Pre-order bonus’ are for lack of a better work, rubbish. If it isn’t some inconsequential mission that adds very little to the overall experience, it’s a goofy costume that you’ll likely put on once for the novelty and then never use again. This is probably a good thing, the last thing we gamers would want is entire quest lines and essentially content locked behind a pre-order bonus. And that brings me to A King’s Tale a brilliant little old school throw back, that I’d have never had the chance to experience had Square Enix not been kind enough to release it free on the PSN store a few weeks ago. Originally available exclusively as a pre-order bonus at GameStop, A King’s Tale is far better than it has any right to be and is definitely worth the couple of hours it’ll take to play it.
Like previous XV supplementary’s Kingsglaive and Brotherhood, King’s Tale follows a part of the XV’s story that isn’t really explored in game, King Regis’s similar adventures in his youth. With admittedly more embellishment and change ups for its bedtime story framing. It’s nothing substantial and doesn’t effect the main game in any way, however getting to see Regis and his group of friends, as well as see Regis and Noct bonding was a tiny but appreciated piece of lore.

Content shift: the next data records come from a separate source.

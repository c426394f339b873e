/**
 * Plain-language derivation steps for a channel evaluation, e.g. "the (001) cut of a -43m crystal
 * carries Δm = ±2 only". Angles in degrees, lab frame; vectors in the crystal Cartesian frame.
 */
import type { SampleTensor } from './sample-tensor'
import type { Parity } from './mirror-parity'
import type { PumpSpec } from './pump'
import type { NormalEmission, Multipole } from './selection-rules'
import type { Vec3 } from './linalg'
import { describeDMatrixEqualities } from './voigt'
import { formatDirection } from './directions'
import { describePump, signed, signedList } from './pump'
import { structureGroupName } from './structure'

/** Name of a cut: Miller plane for cubic crystals, X/Y/Z-cut or the Cartesian normal otherwise. */
export function describeCut(normal: Vec3, isCubic: boolean): string {
  if (isCubic) return `${formatDirection(normal, true)} cut`
  const axes = ['X', 'Y', 'Z']
  const i = normal.findIndex((v, k) => Math.abs(v) > 0 && normal.every((w, j) => j === k || w === 0))
  return i >= 0 ? `${axes[i]}-cut` : `cut with normal ${formatDirection(normal)}`
}

/** Format a symmetric set: {0, ±2, ±3}. */
export function formatSymmetricSet(values: readonly number[]): string {
  const abs = [...new Set(values.map(Math.abs))].sort((a, b) => a - b)
  return abs
    .flatMap((a) =>
      a === 0
        ? ['0']
        : values.includes(a) && values.includes(-a)
          ? [`±${a}`]
          : values.filter((v) => Math.abs(v) === a).map(signed),
    )
    .join(', ')
}

const pct = (w: number) => `${(100 * w).toFixed(w < 0.1 ? 1 : 0)}%`

/** Derivation steps that depend only on the sample tensor (the channel path keeps them with its cached sample). */
export function explainSample(
  sample: SampleTensor,
  cut: { normal: Vec3; reference: Vec3; azimuthDeg: number },
): string[] {
  const { group, form, content } = sample
  const N = form.order
  const notes: string[] = []
  const perm = form.symmetry === 'kleinman' ? 'Kleinman' : 'intrinsic permutation'
  const forms =
    N === 2 && form.independentCount > 0
      ? `: ${describeDMatrixEqualities(form).join('; ')} (d = χ(2)/2, SHG convention, no factors of 2)`
      : ''
  if (sample.isSurface)
    notes.push(
      `surface: the bulk tensor of ${group.symbol} is replaced by the isotropic-interface χ(${N}) (class ∞m, z = normal) with ${form.independentCount} independent component${form.independentCount === 1 ? '' : 's'}${forms}`,
    )
  else if (form.independentCount === 0)
    notes.push(
      `χ(${N}) vanishes in the bulk of class ${group.symbol} (${group.schoenflies})${group.isCentrosymmetric && N % 2 === 0 ? ': the class contains inversion, so every even-order bulk susceptibility is zero' : ''}`,
    )
  else
    notes.push(
      `χ(${N}) of class ${group.symbol} (${group.schoenflies}, standard setting) has ${form.independentCount} independent component${form.independentCount === 1 ? '' : 's'} (${perm} symmetry)${forms}`,
    )
  const f = sample.frame
  notes.push(
    `lab frame: z ∥ ${formatDirection(cut.normal)}, x ∥ ${formatDirection([f[0], f[1], f[2]])} (reference ${formatDirection(cut.reference)} projected into the cut plane${cut.azimuthDeg ? `, rotated by ${cut.azimuthDeg}°` : ''}), y = z × x ∥ ${formatDirection([f[3], f[4], f[5]])}`,
  )
  const who = sample.isSurface
    ? `the isotropic interface`
    : `the ${describeCut(cut.normal, group.isCubic)} of a ${group.symbol} crystal`
  if (content.q.length === 0)
    notes.push(`${who} has no χ(${N}) at all: Q is empty and no harmonic of order ${N} is generated`)
  else {
    const weights = content.weights
      .filter((w) => w.q >= 0)
      .map((w) => `${w.q === 0 ? '0' : `±${w.q}`}: ${pct(w.q === 0 ? w.weight : 2 * w.weight)}`)
    notes.push(
      `${who} carries Δm = ${formatSymmetricSet(content.q)} only (weights ${weights.join(', ')}); Q does not depend on the in-plane azimuth`,
    )
  }
  return notes
}

/** Everything the per-evaluation steps need. */
export interface ChannelExplainInput {
  pump: PumpSpec
  order: number
  pumpSums: readonly number[]
  q: readonly number[]
  rotationOrder: number
  mirrorCount: number
  window: number
  allowedM: readonly number[]
  mirrors: readonly { mirror: number; tensor: Parity; pump: Parity; result: Parity }[]
  normalEmission: NormalEmission & { polarizationDeg?: number; suppressedByParity?: boolean }
  multipoles: readonly Multipole[]
  lmax: number
}

function parityWord(p: Parity): string {
  return p === 1 ? 'even' : p === -1 ? 'odd' : 'without parity'
}

/** Steps of rules 4–7 for one evaluation. */
export function explainRules(x: ChannelExplainInput): string[] {
  return explainRuleSteps(x, {
    pump: describePump(x.pump),
    structure: describeStructureStep(
      x.rotationOrder,
      x.mirrorCount,
      x.mirrors.map((m) => m.mirror),
    ),
    pumpSums: signedList(x.pumpSums),
    q: x.q.length ? formatSymmetricSet(x.q) : '',
    allowedM: x.allowedM.length ? signedList(x.allowedM) : 'none',
  })
}

/**
 * Texts of {@link explainRules} that depend on one part of the request only (pump, structure,
 * pump sums, sample Q), so a caller may form them once and reuse them.
 */
export interface RuleStepTexts {
  /** {@link describePump} of the pump. */
  pump: string
  /** {@link describeStructureStep} of the structure. */
  structure: string
  /** The pump sums as signed integers joined by `, `. */
  pumpSums: string
  /** {@link formatSymmetricSet} of Q, or '' when Q is empty. */
  q: string
  /** The allowed m as signed integers joined by `, `, or 'none'. */
  allowedM: string
}

/** The structure step: group name, rotation order and the (distinct) mirrors, in degrees, as given. */
export function describeStructureStep(rotationOrder: number, mirrorCount: number, mirrors: readonly number[]): string {
  const n = rotationOrder
  const group = structureGroupName({ rotationOrder: n, mirrors: mirrorCount > 0 ? [0] : [] })
  // A body of revolution with mirrors has every vertical mirror: one phrase, not one per sampled line.
  const list =
    n === 0 && mirrors.length > 1
      ? `, every vertical mirror (the ${mirrors.length} lines given, ${mirrors[0]}° … ${mirrors[mirrors.length - 1]}°, stand for them)`
      : mirrors.length
        ? `, mirrors at ${mirrors.map((m) => `${m}°`).join(', ')}`
        : ', no mirrors given'
  return `structure: ${group}, rotation order ${n === 0 ? '∞ (body of revolution)' : n}${list}`
}

/** "15°" or "the mirrors 15°, 30° and 60°". */
function mirrorPhrase(mirrors: readonly number[]): string {
  const deg = mirrors.map((m) => `${m}°`)
  return deg.length === 1
    ? `the mirror ${deg[0]}`
    : `the mirrors ${deg.slice(0, -1).join(', ')} and ${deg[deg.length - 1]}`
}

/** Steps of rules 4–7 with the per-part texts already formed (see {@link RuleStepTexts}). */
export function explainRuleSteps(x: ChannelExplainInput, texts: RuleStepTexts): string[] {
  const n = x.rotationOrder
  const steps = [texts.pump, texts.structure]
  steps.push(
    `rule 4: m = (sum of ${x.order} pump projections ∈ {${texts.pumpSums}}) + (q ∈ {${texts.q}})${n === 0 ? '' : ` + k·${n}`} → m ∈ {${texts.allowedM}} for |m| ≤ ${x.window}`,
  )
  let hasEven = false
  let hasOdd = false
  // Mirrors without a parity rule are named in one line per reason, so a long list reads as one fact.
  const noTensor: number[] = []
  const noPump: number[] = []
  for (const r of x.mirrors) {
    if (r.result !== 0) {
      steps.push(
        `rule 5 at the mirror ${r.mirror}°: tensor ${parityWord(r.tensor)} × (pump ${parityWord(r.pump)})^${x.order} → the harmonic is ${parityWord(r.result)}`,
      )
      if (r.result === 1) hasEven = true
      else if (r.result === -1) hasOdd = true
    } else if (r.tensor === 0) noTensor.push(r.mirror)
    else noPump.push(r.mirror)
  }
  const one = (list: number[]) => list.length === 1
  if (noTensor.length)
    steps.push(
      `no parity rule at ${mirrorPhrase(noTensor)}: the rotated tensor is neither even nor odd under ${one(noTensor) ? 'it (it is not a mirror' : 'them (they are not mirrors'} of the cut crystal), so nothing is assumed`,
    )
  if (noPump.length)
    steps.push(
      `no parity rule at ${mirrorPhrase(noPump)}: the pump has no definite parity under ${one(noPump) ? 'it' : 'them'}`,
    )
  const ne = x.normalEmission
  if (ne.suppressedByParity)
    steps.push(
      `rule 6: rule 4 alone would allow emission along the normal (m = ${signedList(ne.m)}), but the parity rules demand different polarisations of that field, so it cancels by symmetry: no harmonic along the normal (zeroth order)`,
    )
  else if (!ne.allowed)
    steps.push(
      `rule 6: neither m = +1 nor m = −1 is allowed, so no harmonic is emitted along the normal (zeroth order)`,
    )
  else {
    const hand = ne.handedness
      ? ne.m.map((v, i) => `m = ${signed(v)} ${ne.handedness![i]}`).join(', ')
      : `m = ${signedList(ne.m)}`
    const pol =
      ne.polarizationDeg !== undefined ? `; the parity rule fixes its polarisation at ${ne.polarizationDeg}°` : ''
    steps.push(`rule 6: emission along the normal is allowed (${hand}${pol})`)
  }
  const zero = !x.allowedM.includes(0)
    ? ''
    : hasEven && hasOdd
      ? '; m = 0 is excluded by conflicting parity rules'
      : hasOdd
        ? '; at m = 0 only magnetic multipoles (odd)'
        : hasEven
          ? '; at m = 0 only electric multipoles (even)'
          : ''
  steps.push(`rule 7: ${x.multipoles.length} multipoles (E/M, 1 ≤ l ≤ ${x.lmax}, |m| ≤ l) are allowed${zero}`)
  return steps
}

Couple that with a surprise appearance of an FF classic character and it’s an extremely light but enjoyable little adventure.
But what seriously impressed me with King Tale was its combat system that manages to be brilliantly simple while also throwing in strategy and challenge, all wrapped in a style and ability system that feels completely faithful to the main game. At its most basic King’s Tale is a Streets of Rage style beat ’em up, the player has one main abilities light attack, heavy attack, block and roll, all fairly basic but it’s how the player needs to use each different for each enemy. For instance the samurai enemies defence can only be broken with a heavy attack, while the skeleton enemies defence can only be broken with a block attack. Non of which is entirely difficult until you start to throw all the different enemy types and their unique defences together, the game has a great variety of enemy types making fighting a large group of them far more challenging and varied than first thought. Add to that partner ability that work similar to the techniques in XV and armatization mode that again works like in the main game and you have a little hour and a half long blast from start to finish.
Couple the fun gameplay with some charming and well done sprite work on both player and enemy characters, with nice little details in character animations and dialogue models. A nice variety in locations ranging from Insomnia, grasslands, desert and caves over its bit size campaign. A surprising amount of cutscene and dialogue sections really do round out A King’s Tale into something with far more polish and care than it really has any right to as a simple pre-order bonus. Completing the games hour or so campaign unlocking dream sequence mode that essentially acts as challenge mode, that adds maybe another hour to the overall length. There’s also trophies to get for completionists.